An efficient AC susceptibility technique to study flux creep in HTS thin films.

The temperature and field dependent dynamical relaxation rate Q(T,H) has been determined for epitaxial c-axis oriented YBa2Cu3O7 (Y-123) and HgBa2CaCu2Ox (Hg-1212) thin films using an efficient ac susceptibility technique. From a single temperature scan, in which consecutive measurements of chi' are performed at a number of frequencies in a relatively large ac field H-ac, the frequency dependence of the critical current density J(c)(T, H-ac,f) is determined as a function of temperature and ac field and Q(T,H-ac) is subsequently extracted. From measurements of chi'(H-ac,f) in a slowly ramped de bias field, both the ac and de field dependence of Q(T,H) can be studied.
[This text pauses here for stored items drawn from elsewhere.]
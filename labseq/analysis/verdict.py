"""Per-point aggregation of capture figures and the pass / fail / incomplete verdict.

A point is captured several times. Each figure is summarised by its worst value (the one a limit
is judged on), its mean and its spread (sample standard deviation). A limit on a figure that no
capture determined (no capture analysed, a failed ring fit, a clipped peak that only bounds the
truth on the safe side) cannot pass: the point is then incomplete.

A node that falls at its edge of interest (polarity −1, a rectifier's reverse voltage) keeps its
own sign in the figures: its worst peak is the most negative one, and the peak limit is judged on
the magnitude.
"""

from __future__ import annotations

import math
from collections.abc import Iterable, Mapping, Sequence
from dataclasses import dataclass, fields
from typing import Literal

import numpy as np

from labseq.figures import (
    BOUNDED_BY_CLIPPING,
    SIGNED_FIGURES,
    WORST_IS_MAX,
    WORST_IS_MIN,
    figure_title,
    format_figure,
)


@dataclass(frozen=True)
class FigureSummary:
    """Worst, mean and sample standard deviation of one figure over a point's captures."""

    worst: float | None
    mean: float
    spread: float | None
    count: int


@dataclass(frozen=True)
class PointFigures:
    """Summaries per figure over the captures of one point."""

    figures: dict[str, FigureSummary]
    n_captures: int
    n_clipped: int

    def worst(self, name: str) -> float | None:
        """Worst value of ``name`` (None when no capture determined it)."""
        summary = self.figures.get(name)
        return summary.worst if summary else None


def _worst_is_max(name: str, polarity: int) -> bool | None:
    """True when the worst of ``name`` is its largest value, False its smallest, None neither."""
    if name in WORST_IS_MAX:
        return polarity > 0 or name not in SIGNED_FIGURES
    return False if name in WORST_IS_MIN else None


def aggregate(captures: Sequence[Mapping[str, object]], *, polarity: int = 1) -> PointFigures:
    """Summarise the figures of a point's captures (one mapping per capture, e.g. ``as_dict()``).

    Numbers are summarised per key; None, booleans and text are skipped. ``worst`` is the maximum
    or minimum according to ``WORST_IS_MAX`` / ``WORST_IS_MIN`` (None for figures without a
    direction), turned round for ``SIGNED_FIGURES`` of a falling node (``polarity`` −1);
    ``spread`` is the sample standard deviation (ddof = 1), None for one capture. A capture
    counts as clipped when its ``clipped`` entry is true.
    """
    values: dict[str, list[float]] = {}
    for capture in captures:
        for name, value in capture.items():
            number = isinstance(value, int | float) and not isinstance(value, bool)
            if number and math.isfinite(value):
                values.setdefault(name, []).append(float(value))
    figures = {}
    for name, samples in values.items():
        x = np.asarray(samples)
        is_max = _worst_is_max(name, polarity)
        worst = None if is_max is None else x.max() if is_max else x.min()
        figures[name] = FigureSummary(
            worst=None if worst is None else float(worst),
            mean=float(x.mean()),
            spread=float(x.std(ddof=1)) if x.size > 1 else None,
            count=int(x.size),
        )
    n_clipped = sum(1 for capture in captures if capture.get("clipped"))
    return PointFigures(figures=figures, n_captures=len(captures), n_clipped=n_clipped)


@dataclass(frozen=True)
class Limits:
    """Limits of a point (or of one node of it); each is optional and checked only when set. A
    field's name is its figure's (:mod:`labseq.figures`) with ``max_`` or ``min_`` before it."""

    max_peak_v: float | None = None
    min_stress_margin_v: float | None = None
    min_damping_ratio: float | None = None
    max_q_factor: float | None = None
    max_settling_time_s: float | None = None
    max_snubber_loss_w: float | None = None
    min_efficiency: float | None = None


#: Limit field → (figure, True when the limit is a maximum).
LIMIT_FIGURES: dict[str, tuple[str, bool]] = {
    f.name: (f.name.removeprefix("max_").removeprefix("min_"), f.name.startswith("max_"))
    for f in fields(Limits)
}


@dataclass(frozen=True)
class Verdict:
    """Outcome of a point: ``status`` and one reason per failed or undetermined limit."""

    status: Literal["pass", "fail", "incomplete"]
    reasons: list[str]


def worst_verdict(verdicts: Iterable[str]) -> Literal["pass", "fail", "incomplete"]:
    """The verdict of several (a point's nodes): fail if any fails, else incomplete if any is
    incomplete (or there are none), else pass."""
    seen = set(verdicts)
    if "fail" in seen:
        return "fail"
    return "incomplete" if "incomplete" in seen or not seen else "pass"


def judge(
    point: PointFigures, limits: Limits, efficiency: float | None = None, *, polarity: int = 1
) -> Verdict:
    """Judge a point (or one node of it) against ``limits``.

    Fail when any worst value is beyond its limit; otherwise incomplete when a limited figure is
    missing, or is a clipped bound that could hide a failure; otherwise pass. Reasons name the
    figure in words (its catalogue title), its value and the limit with their units. On a
    falling node (``polarity`` −1) the peak limit applies to the magnitude of the peak.
    """
    failures: list[str] = []
    missing: list[str] = []
    for limit_name, (figure, is_max) in LIMIT_FIGURES.items():
        limit = getattr(limits, limit_name)
        if limit is None:
            continue
        value = efficiency if figure == "efficiency" else point.worst(figure)
        magnitude = polarity < 0 and figure in SIGNED_FIGURES
        relation = ("|peak| " if magnitude else "") + ("≤" if is_max else "≥")
        wanted = f"limit {relation} {format_figure(figure, limit)}"
        title = figure_title(figure, polarity)
        if value is None:
            why = "no captures analysed" if point.n_captures == 0 else "not determined"
            missing.append(f"{title}: {why}; {wanted}")
            continue
        judged = abs(value) if magnitude else value
        beyond = judged > limit if is_max else judged < limit
        clipped = point.n_clipped and figure in BOUNDED_BY_CLIPPING
        if beyond:
            bound = " (a bound: the capture clipped)" if clipped else ""
            failures.append(f"{title} {format_figure(figure, value)}{bound} breaks {wanted}")
        elif clipped:
            missing.append(
                f"{title} {format_figure(figure, value)} is only a bound ({point.n_clipped} "
                f"clipped capture(s)); {wanted} cannot be shown"
            )
    if failures:
        return Verdict("fail", failures + missing)
    if missing:
        return Verdict("incomplete", missing)
    return Verdict("pass", [])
Q(T,H) for a Hg-1212 thin film is found to be independent of the ac field when the de bias field fulfils H-dc>2H(ac). Compared to conventional magnetic relaxation, M-H loop recording and traditional ac susceptibility techniques, our ac susceptibility method is found to yield a considerably larger amount of information for a given measuring time. The ac susceptibility technique is found to reproduce the characteristic plateau-like temperature dependence of the relaxation rate for the Y-123 system. The relaxation rate for the Hg-1212 thin film shows a monotonic increase with temperature up to a maximum at about 95K. Both films exhibit quantum creep of about Q(0)=0.01 in the field range studied.